For Saturday’s final session, we focused on the basics, and I had what felt like another eureka moment. As Steve explains it, what people remember from improv is the relationships, not the jokes. In our games and short scenes, we focused on establishing the relationship between the characters on stage as quickly as possible. As with sketch, this can lead to some slightly clunky on-stage sentences, but it works: while it might be clear to the people on stage that they’re brothers who don’t get along, because the elder brother was explicitly their parents’ favourite (I pick this scenario at random), it might not be clear to the people watching. And so:

“Dad always treated you so much better than me, Brian. You were the brother who was going to make the family proud, while he didn’t even care that I couldn’t tie my shoelaces”.

Anything in the scene from here is thus grounded by a relationship: an older sibling with the silver spoon, and the younger one with a bee in their bonnet about perceived or actual unfairness.

Steve, Ben, Ali, Elliot, Hannah, Lisa and Sophie on stage as The Krayzies. Photo: Nick Smith

You can see this being escalated already: “You were fed raw steaks, while I had to subsist on gruel.” “You slept in a bed, I had to share the cat’s basket”. Wherever these people go from here, the audience is happy to follow them as soon as the core relationship is established.

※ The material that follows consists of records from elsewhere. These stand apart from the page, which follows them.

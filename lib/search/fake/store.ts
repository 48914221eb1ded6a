/** One index of the fake: documents in slots, a minisearch text index, and facet lookups. */
import MiniSearch from 'minisearch';
import { Bitset } from './bitset';
import { badRequest } from './errors';
import { FacetIndex } from './facets';
import { applySettingsPatch, defaultSettings, type IndexSettings } from './settings';

export type Document = Record<string, unknown>;

interface TextEntry {
  slot: number;
  doc: Document;
}

/** Catch-all text field used while searchableAttributes is `["*"]`. */
const ALL_FIELDS = '_all';

/** Lower case and strip diacritics, so "Mittelfrüh" and "mittelfruh" meet. */
export function processTerm(term: string): string {
  return term.normalize('NFD').replace(/\p{M}/gu, '').toLowerCase();
}

function textOf(value: unknown): string {
  if (value === null || value === undefined) return '';
  if (Array.isArray(value)) return value.map(textOf).join(' ');
  if (typeof value === 'object') return Object.values(value).map(textOf).join(' ');
  return String(value);
}

const DOCUMENT_ID = /^[a-zA-Z0-9_-]{1,511}$/;

/** The engine accepts integer or `[a-zA-Z0-9_-]` string ids and compares them as strings. */
export function documentKey(id: unknown): string | null {
  if (typeof id === 'number' && Number.isInteger(id) && id >= 0) return String(id);
  if (typeof id === 'string' && DOCUMENT_ID.test(id)) return id;
  return null;
}

export class FakeIndex {
  primaryKey: string | null;
  readonly createdAt = new Date();
  updatedAt = new Date();
  settings: IndexSettings = defaultSettings();
  private readonly slots: Array<Document | undefined> = [];
  private readonly slotByKey = new Map<string, number>();
  private facets = new Map<string, FacetIndex>();
  private text: MiniSearch<TextEntry>;
  private textFields: string[] = [ALL_FIELDS];
  private live: Bitset | null = null;

  constructor(
    readonly uid: string,
    primaryKey: string | null,
  ) {
    this.primaryKey = primaryKey;
    this.text = this.createTextIndex();
  }

  get capacity(): number {
    return this.slots.length;
  }

  get documentCount(): number {
    return this.slotByKey.size;
  }

  /** The fields minisearch indexes and their weights, from searchableAttributes (earlier = stronger). */
  get searchFields(): { fields: string[]; boost: Record<string, number> } {
    const boost: Record<string, number> = {};
    this.textFields.forEach((field, i) => {
      boost[field] = 1 + (this.textFields.length - i) / this.textFields.length;
    });
    return { fields: this.textFields, boost };
  }

  get textIndex(): MiniSearch<TextEntry> {
    return this.text;
  }

  document(slot: number): Document | undefined {
    return this.slots[slot];
  }

  slotOf(id: string): number | undefined {
    return this.slotByKey.get(id);
  }

  facet(attribute: string): FacetIndex | undefined {
    return this.facets.get(attribute);
  }

  /** Slots holding a document; shared between calls, so callers must not change it. */
  liveSlots(): Bitset {
    this.live ??= Bitset.fromIterable(this.capacity, this.slotByKey.values());
    return this.live;
  }

  allDocuments(): Document[] {
    return [...this.slotByKey.values()].map((slot) => this.slots[slot] as Document);
  }

  fieldDistribution(): Record<string, number> {
    const counts: Record<string, number> = {};
    for (const doc of this.allDocuments()) for (const key of Object.keys(doc)) counts[key] = (counts[key] ?? 0) + 1;
    return counts;
  }

  /** Stores a document under its primary key value, replacing any earlier one in the same slot. */
  put(key: string, doc: Document): void {
    const existing = this.slotByKey.get(key);
    if (existing !== undefined) this.unindex(existing);
    const slot = existing ?? this.slots.length;
    this.slots[slot] = doc;
    this.slotByKey.set(key, slot);
    this.live = null;
    this.index(slot, doc);
    this.updatedAt = new Date();
  }

  delete(key: string): boolean {
    const slot = this.slotByKey.get(key);
    if (slot === undefined) return false;
    this.unindex(slot);
    this.slots[slot] = undefined;
    this.slotByKey.delete(key);
    this.live = null;
    this.updatedAt = new Date();
    return true;
  }

  clear(): number {
    const removed = this.documentCount;
    this.slots.length = 0;
    this.slotByKey.clear();
    this.live = null;
    this.rebuild();
    return removed;
  }

  updateSettings(patch: Partial<IndexSettings>): void {
    this.settings = applySettingsPatch(this.settings, patch);
    this.rebuild();
    this.updatedAt = new Date();
  }

  /** Whether `attribute` may be used in filters and facets. */
  isFilterable(attribute: string): boolean {
    return this.settings.filterableAttributes.includes(attribute) || this.settings.filterableAttributes.includes('*');
  }

  isSortable(attribute: string): boolean {
    return this.settings.sortableAttributes.includes(attribute) || this.settings.sortableAttributes.includes('*');
  }

  /** Filter lookups exist for filterable attributes; sortable ones read values from the document. */
  private facetAttributes(doc: Document): string[] {
    if (this.settings.filterableAttributes.includes('*')) return Object.keys(doc);
    return this.settings.filterableAttributes;
  }

  private createTextIndex(): MiniSearch<TextEntry> {
    const searchable = this.settings.searchableAttributes;
    this.textFields = searchable.includes('*') ? [ALL_FIELDS] : [...searchable];
    return new MiniSearch<TextEntry>({
      idField: 'slot',
      fields: this.textFields,
      storeFields: [],
      extractField: (entry, field) => {
        if (field === 'slot') return entry.slot as unknown as string;
        return field === ALL_FIELDS ? textOf(entry.doc) : textOf(entry.doc[field]);
      },
      processTerm,
    });
  }

  private index(slot: number, doc: Document): void {
    for (const attribute of this.facetAttributes(doc)) {
      let facet = this.facets.get(attribute);
      if (!facet) {
        facet = new FacetIndex();
        this.facets.set(attribute, facet);
      }
      facet.add(slot, doc[attribute]);
    }
    this.text.add({ slot, doc });
  }

  private unindex(slot: number): void {
    const doc = this.slots[slot];
    if (!doc) return;
    for (const attribute of this.facetAttributes(doc)) this.facets.get(attribute)?.remove(slot);
    this.text.discard(slot);
  }

  private rebuild(): void {
    this.facets = new Map();
    this.text = this.createTextIndex();
    for (const slot of this.slotByKey.values()) this.index(slot, this.slots[slot] as Document);
  }
}

/** Picks the primary key the way the engine infers it: the one attribute whose name ends in "id". */
export function inferPrimaryKey(doc: Document): string {
  const candidates = Object.keys(doc).filter((key) => key.toLowerCase().endsWith('id'));
  if (candidates.length === 1) return candidates[0];
  if (candidates.length === 0) {
    throw badRequest(
      'index_primary_key_no_candidate_found',
      'The primary key inference failed as the engine did not find any field ending with `id` in its name. Please specify the primary key manually using the `primaryKey` query parameter.',
    );
  }
  throw badRequest(
    'index_primary_key_multiple_candidates_found',
    `The primary key inference failed as the engine found ${candidates.length} fields ending with \`id\` in their names: '${candidates.join("' and '")}'. Please specify the primary key manually using the \`primaryKey\` query parameter.`,
  );
}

We divided into two groups for the evening’s performance, picking from some of our favourite formats from the House Team season. One group was to do the aforementioned gangster show; the other plumped for “Meanwhile”, featuring lots of very quick edits without necessarily requiring a narrative.

I enjoyed this format a lot. Last time out I reflected that while I was pretty good being on stage, I needed to be a better team member while on the wings. Improv relies on quick edits – no improviser ever said “dang, I wish you’d left us hanging a little while longer”. Some improvisers – myself amongst them – worry that they’re being rude by interrupting a scene, but the truth is quite the opposite. Some improvisers – myself among them – worry that they should have a clear idea of what they’re gonna do next before they interrupt and start another scene. I am fighting both of these anxieties with the purifying fire of repeated practice and being 87% braver when on stage.

As always with improv, if I said what happened in the actual show, it would sound complete nonsense to anyone who wasn’t in the room, and as always with me, I am going to tell you anyway. We called our team “Relationships Relationships Relationships”, as a reminder to… focus on relationships. And it went well: after a riotous game where one acts out a previous scene based upon the summary of an audience member (I got to lick a pizza in a chain restaurant and have a shit date – win!), we headed on to our main bit, the aforementioned “meanwhile”.

Our “meanwhile” was set in a financially struggling Disneyland, in which I played Mr Disney, a man always desperate for cost-cutting measures enjoying an exciting new pitch: allowing the customers to operate the rides and perform as the characters themselves, thus significantly cutting down on overheads.

After the show, I hung out with my fellow improv lads and chatted to them and their friends, family, and lovers who had come down to see them perform.

I think – hope – I’ve made at least one or two firm friends from this experience, and after a few years feeling like a bit of a sore thumb at improv shows, I now feel part of the gang and not just a weirdo hanger-on. This goes against my natural disinclination to enjoy cliques, so I’m sure I’ll still lurk, weirdly, on the edges of the improv world. But for now, I’ve definitely drunk the Kool Aid – I’m back on stage in one day’s time.

Photo: Nick Smith.

[1] I’m in the latter group – while we’re still working out exactly how the thing works, it definitely has potential. I got to call someone a “Mother Fudger”, for example. You can’t ask for more than that on an evening out.